Why has the UK been slower to digitalise?
In recent years, digital transformation has become a focal point for both government and industries worldwide. In the UK’s 2022 digital strategy, the Minister for Tech and the Digital Economy highlighted the £5 billion+ that UK businesses spent on digital R&D in 2020 alone — while emphasising a desire to go ‘further and faster’.
But, despite the ‘enduring spirit of innovation’ the Government champions, the UK has lagged behind others when it comes to digitisation.
In response to the pandemic, a report from Manpower Group showed that only 23% of British businesses have directly accelerated their digital transformation plans, compared to 38% globally.
What’s more, a study by EY last year showed that, of the CFOs in large organisations surveyed, only 11% considered themselves to be at an ‘advanced’ stage of digitisation.

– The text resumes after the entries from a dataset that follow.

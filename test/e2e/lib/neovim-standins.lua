-- Stand-ins, for the Neovim 0.7 the tests run, of what the README's other Neovim configurations
-- call, so that their very text can be run against the server (used by neovim-configs.test.ts):
--
--   * Neovim 0.11's `vim.lsp.config(name, cfg)` and `vim.lsp.enable(name)`;
--   * nvim-lspconfig's `lspconfig.configs` (a server of one's own: `configs.NAME = { default_config = … }`),
--     `lspconfig.util.root_pattern(...)` and `require('lspconfig').NAME.setup(opts)`.
--
-- Each does what its documentation says for the fields it knows, and refuses any other field (a
-- misspelt one fails the test instead of being ignored): on a buffer of one of `filetypes`, find the
-- root folder (`root_markers`: the nearest folder above the file holding one of them; `root_dir`: a
-- function of the file name, or a folder), and start one client per root with `cmd`, `settings` and
-- `init_options` (`vim.lsp.start_client`, which the probe wraps), attached to the buffer. Not Neovim
-- 0.11 or the plugin themselves: what they do beyond this is not tested here.

local function check_fields(cfg, known, what)
  for k in pairs(cfg) do
    assert(known[k], what .. ': unknown field "' .. tostring(k) .. '"')
  end
end

local function set_of(list)
  local s = {}
  for _, v in ipairs(list) do s[v] = true end
  return s
end

local function dirname(path) return vim.fn.fnamemodify(path, ':h') end

-- The nearest folder at or above `dir` that holds one of `markers` (files or folders), or nil.
local function find_root(dir, markers)
  local cur = dir
  while true do
    for _, m in ipairs(markers) do
      if vim.loop.fs_stat(cur .. '/' .. m) then return cur end
    end
    local up = dirname(cur)
    if up == cur then return nil end
    cur = up
  end
end

local clients = {} -- name .. root -> client id

local function start(cfg, bufnr, root)
  local key = cfg.name .. '\0' .. (root or '')
  local id = clients[key]
  if id == nil or vim.lsp.client_is_stopped(id) then
    assert(type(cfg.cmd) == 'table' and #cfg.cmd > 0, cfg.name .. ': cmd must be a list (the server and its arguments)')
    id = vim.lsp.start_client({
      name = cfg.name,
      cmd = cfg.cmd,
      root_dir = root,
      settings = cfg.settings,
      init_options = cfg.init_options,
      flags = { debounce_text_changes = 0 },
    })
    clients[key] = id
  end
  if id then vim.lsp.buf_attach_client(bufnr, id) end
end

local function on_filetypes(filetypes, callback)
  assert(type(filetypes) == 'table' and #filetypes > 0, 'filetypes must be a list such as { "markdown" }')
  vim.api.nvim_create_autocmd('FileType', {
    pattern = table.concat(filetypes, ','),
    callback = function(args) callback(args.buf, vim.api.nvim_buf_get_name(args.buf)) end,
  })
end

-- Neovim 0.11: vim.lsp.config / vim.lsp.enable ---------------------------------------------------
local CONFIG_FIELDS = set_of({ 'cmd', 'filetypes', 'root_markers', 'root_dir', 'settings', 'init_options',
  'capabilities', 'on_attach', 'on_init', 'name', 'workspace_required', 'reuse_client', 'handlers', 'flags' })
local configured = {}

vim.lsp.config = function(name, cfg)
  assert(type(name) == 'string' and type(cfg) == 'table', 'vim.lsp.config(name, { ... })')
  check_fields(cfg, CONFIG_FIELDS, 'vim.lsp.config ' .. name)
  configured[name] = vim.tbl_deep_extend('force', configured[name] or {}, cfg)
end

vim.lsp.enable = function(names)
  for _, name in ipairs(type(names) == 'table' and names or { names }) do
    local cfg = assert(configured[name], 'vim.lsp.enable: no vim.lsp.config for "' .. name .. '"')
    cfg.name = cfg.name or name
    on_filetypes(cfg.filetypes, function(bufnr, file)
      local root
      if type(cfg.root_dir) == 'string' then root = cfg.root_dir
      elseif cfg.root_markers then root = find_root(dirname(file), cfg.root_markers) end
      start(cfg, bufnr, root)
    end)
  end
end

-- nvim-lspconfig ---------------------------------------------------------------------------------
local DEFAULT_CONFIG_FIELDS = set_of({ 'cmd', 'filetypes', 'root_dir', 'single_file_support', 'settings',
  'init_options', 'capabilities', 'on_attach', 'on_new_config', 'name', 'handlers', 'flags' })

local util = {
  root_pattern = function(...)
    local markers = { ... }
    return function(file) return find_root(dirname(file), markers) end
  end,
}

local configs = setmetatable({}, {
  __newindex = function(t, name, spec)
    assert(type(spec) == 'table' and type(spec.default_config) == 'table', 'configs.' .. name .. ' = { default_config = { ... } }')
    check_fields(spec.default_config, DEFAULT_CONFIG_FIELDS, 'lspconfig default_config of ' .. name)
    rawset(t, name, {
      setup = function(opts)
        local cfg = vim.tbl_deep_extend('force', spec.default_config, opts or {})
        cfg.name = name
        on_filetypes(cfg.filetypes, function(bufnr, file)
          local root = type(cfg.root_dir) == 'function' and cfg.root_dir(file) or cfg.root_dir
          if root == nil and not cfg.single_file_support then return end
          start(cfg, bufnr, root)
        end)
      end,
      document_config = spec,
    })
  end,
})

package.preload['lspconfig.util'] = function() return util end
package.preload['lspconfig.configs'] = function() return configs end
package.preload['lspconfig'] = function()
  return setmetatable({ util = util }, {
    __index = function(_, name) return assert(rawget(configs, name), 'lspconfig: no server "' .. name .. '"') end,
  })
end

The UK’s digital lag applies to the Government, too, which acknowledges the National Audit Office (NAO)’s finding that previous attempts at digital transformation had ‘lacked specificity, cross-government endorsement, clear lines of accountability and business ownership. Subsequently, former flagship programmes have slowly shut down and failed to deliver results.’
But, if not for want of trying, why has the UK been slow to digitalise?
Initial cost barrier
Undeniably, digitising comes at a cost.
A 2019 report commissioned by the Department for Business, Energy & Industrial Strategy (BEIS) found that businesses, particularly SMEs, often feel inhibited from innovating or improving processes because of the material challenges they face.
Whether they’re struggling to access funding or feel the need to turn a profit before investing in digital transformation, the decision often tends to get kicked down the road.
This cost factor doesn’t just prohibit SMEs — the UK Government also recognises that it’s ‘held back by costly and outdated technology’ and ‘does not leverage scale in technology procurement’.
Choice paralysis and a skills gap
The overwhelming amount of choice available is also a significant barrier to digitisation — with 44% of UK SMEs saying there’s ‘too much confusing information’ about established tech solutions.
Choice paralysis, combined with the extent to which business leaders are aware of external competition, shapes their openness to integrating new procedures in order to stay abreast of industry developments, the BEIS report states.
A lack of skilled digital leadership, too, impedes progress in the public sector as well as in businesses, with the Government struggling to attract top digital talent and build digital capabilities in-house at scale.
Mismatched culture and attitudes
The NAO highlights a UK-wide tendency to blame tech when attempts to digitalise don’t work perfectly — which means businesses are reluctant to try again.
But in reality, it says, ‘when large digital business change programmes run into difficulty, there is rarely a single, isolated reason which causes [them] to fail. Many face intrinsic business challenges as well as technical challenges.’
The Global Center for Digital Business Transformation calls organisational change the ‘foundation’ of digital business transformation — because it revolves around changing the way people work, challenging their mindsets and the daily processes they rely on.
For UK SMEs, a business’s ability to deal with change significantly impacts the likelihood of them adopting new processes. For example, perceiving digitisation as a necessary part of running a successful business, versus sticking to ‘tried and tested’ methods.
An opportunity for accountants
While the barriers above may cause UK businesses to move slowly, one thing is clear: they recognise the tangible efficiency that adopting accountancy software brings.
When shown examples of new tech, SMEs were much more inclined to view accountancy software as more applicable to them, compared to HR or CRM software, for example — deeming it ‘useful’ with a clear time-saving benefit.
Hesitancy, however, comes in when businesses must buy software without trying it first — and most SMEs look for advice from their accountant on which product to purchase.
With demonstrated productivity improvements awaiting businesses that proactively adopt digital technologies, accountants have a real opportunity to help clarify the tech landscape and encourage growth.
To echo the UK’s digital strategy, our ‘economic future, jobs, wage levels, prosperity, national security, cost of living, productivity, ability to compete globally and geo-political standing in the world’ are all reliant on continued and growing success in digital technology.
By helping to remove barriers and encourage tech adoption among their clients, perhaps accountants can help galvanise that.